Sometimes we hear that the Government is over-flowing with money, with a massive surplus in the billions of euros. Other times, we hear the Government is running a deficit. Which is it? Is it raining Euros or are we in the red?

It all boils down to corporate tax revenue. In the last Budget, the Government projected a surplus of €8.4 billion this year. That is unprecedented in the history of public finances. However, this comes courtesy of massive corporate tax revenue.

We collect nearly three times as much corporate tax revenue as other EU countries. How does this happen when we have one of the lowest corporate tax rates?

Here we get into a series of wordplays. The Government describes this massive amount of corporate tax revenue as ‘windfall’. It used to be described as the ‘legal and accounting practices’ of multinationals. Then, it was described as the ‘globalisation’ activities of multi-nationals. What no one wants to mention is that much of this revenue comes from ‘tax haven-type’ activities.

Two renowned economists – Joseph Stiglitz and Thomas Picketty – recently accused the Irish Government of ‘siphoning off profits from other countries’. This is classic tax-haven activity.

However it is described, the Government claims that nearly half of the corporate tax revenue is unreliable and should be removed from the Budget – about €10 billion. When this is done, the massive surplus turns into a ‘deficit’.

Is the Government right to remove this money from the Budget? Yes. It can be considered unreliable. Most of the corporation tax receipts come from a handful of multinationals. If only a few of them changed their tax strategies, if the sectors hit a downturn, or if other countries change their tax rules, we could see this revenue fall. If we relied on this money to fund public services or social protection, and then this revenue fell, we would end up with a hole in our public finances – as experienced during the financial and property crash. We’d then be forced to increase tax revenue and/or cut public spending. That is not a risk we should be taking.

The real question is what to do with this corporate tax ‘windfall’. The Government is moving the money into two funds: a Future Ireland Fund, and an Infrastructure, Climate and Nature Fund. These are intended to support pensions and climate change investments but don’t mind the labels. In 2008, we had €25 billion in a National Pension Reserve Fund which was intended to help us meet future pension costs. It was raided to finance the bank bail-out. The fact is, the Government hasn’t really worked out what to do with the money, apart from moving it out of the budget.
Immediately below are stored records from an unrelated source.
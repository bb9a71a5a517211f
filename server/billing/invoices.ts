import type Stripe from 'stripe';
import { PLANS, planByPriceLookupKey, type PlanId } from './plans';
import { callProvider } from './provider-errors';

/** An invoice as the console lists it. Amounts in minor units (cents) of `currency`. */
export interface InvoiceSummary {
  id: string;
  number: string | null;
  status: string | null;
  currency: string;
  amountDueMinor: number;
  amountPaidMinor: number;
  /** The period the invoice pays for (from its lines; the invoice's own period is when items were added). */
  periodStart: Date;
  periodEnd: Date;
  createdAt: Date;
  /** The provider's page for the invoice (view, download); null when it has none. */
  hostedInvoiceUrl: string | null;
  /** Our plan, when a line of the invoice is one of our plan prices. */
  planId: PlanId | null;
}

const DEFAULT_INVOICE_COUNT = 24;
const MAX_INVOICE_COUNT = 100;

/** Newest first, as the provider lists them. */
export async function listInvoices(stripe: Stripe, customerId: string, options: { limit?: number } = {}): Promise<InvoiceSummary[]> {
  const limit = Math.min(Math.max(1, options.limit ?? DEFAULT_INVOICE_COUNT), MAX_INVOICE_COUNT);
  const [page, planOfPriceId] = await Promise.all([
    callProvider('listing invoices', () => stripe.invoices.list({ customer: customerId, limit })),
    planPriceIds(stripe),
  ]);
  return page.data.map((invoice) => toInvoiceSummary(invoice, planOfPriceId));
}

/** Price id → our plan, for every plan price the provider knows (their ids differ per provider account). */
export async function planPriceIds(stripe: Stripe): Promise<Map<string, PlanId>> {
  const lookupKeys = Object.values(PLANS).map((plan) => plan.priceLookupKey);
  const prices = await callProvider('listing plan prices', () => stripe.prices.list({ lookup_keys: lookupKeys, limit: lookupKeys.length }));
  const planOfPriceId = new Map<string, PlanId>();
  for (const price of prices.data) {
    const plan = planByPriceLookupKey(price.lookup_key);
    if (plan) planOfPriceId.set(price.id, plan.id);
  }
  return planOfPriceId;
}

function toInvoiceSummary(invoice: Stripe.Invoice, planOfPriceId: ReadonlyMap<string, PlanId>): InvoiceSummary {
  return {
    id: invoice.id,
    number: invoice.number,
    status: invoice.status,
    currency: invoice.currency,
    amountDueMinor: invoice.amount_due,
    amountPaidMinor: invoice.amount_paid,
    ...servicePeriod(invoice),
    createdAt: new Date(invoice.created * 1000),
    hostedInvoiceUrl: invoice.hosted_invoice_url ?? null,
    planId: planOfInvoice(invoice, planOfPriceId),
  };
}

function planOfInvoice(invoice: Stripe.Invoice, planOfPriceId: ReadonlyMap<string, PlanId>): PlanId | null {
  for (const line of invoice.lines.data) {
    const price = line.pricing?.price_details?.price;
    const priceId = typeof price === 'string' ? price : price?.id;
    const planId = priceId ? planOfPriceId.get(priceId) : undefined;
    if (planId) return planId;
  }
  return null;
}

function servicePeriod(invoice: Stripe.Invoice): { periodStart: Date; periodEnd: Date } {
  const periods = invoice.lines.data.map((line) => line.period);
  const startSeconds = periods.length > 0 ? Math.min(...periods.map((period) => period.start)) : invoice.period_start;
  const endSeconds = periods.length > 0 ? Math.max(...periods.map((period) => period.end)) : invoice.period_end;
  return { periodStart: new Date(startSeconds * 1000), periodEnd: new Date(endSeconds * 1000) };
}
What should trade unionists say about this money? It’s a lot and potentially over €30 billion over the next three years.

Ireland suffers from considerable infrastructural deficits: housing, health, public transport, education; and this doesn’t include the costs of decarbonising our economy. This is where we could invest the money.

The advantage of using the money for investment is that it is not a recurring expenditure that you have to continue spending. Once you build a metro, you don’t have to build it again. Once you build a hospital or a housing estate, it will last for decades. It is not spending that has to be repeated every year.

There are a couple of problems, though. Do we have the resources to undertake this work. For instance, we need to build tens of thousands of homes each year in addition to the Government’s housing targets. But do we have the labour to do this? A second problem is that even investment, which drives up economic activity (employment, wages, profits, consumer spending) could lead to higher inflation.

This is all the more the case given that the economy is at near full-capacity. It’s not like the recession days when there was high unemployment.

 A new investment drive to repair our infrastructural deficits needs to be accompanied by targeted policies to ensure we can actually do the work and do so without fuelling inflation.

 The ESRI gives one example of how to do this in order to expand housing construction. We could direct labour away from building office blocks, hotels and carparks by increasing taxation on their construction. This would free-up labour to build homes. There is little impact on inflation or capacity since we are re-directing labour from one activity to another.

The principle of this proposal could be applied to other areas of infrastructure – re-directing labour and capital into areas of high need. The money is there, literally in bucket-loads. Now we need the political will to use this money in a sensible manner. If we can get the policy mix right, we could transform the economy over the next decade.

Michael Taft is a researcher with SIPTU.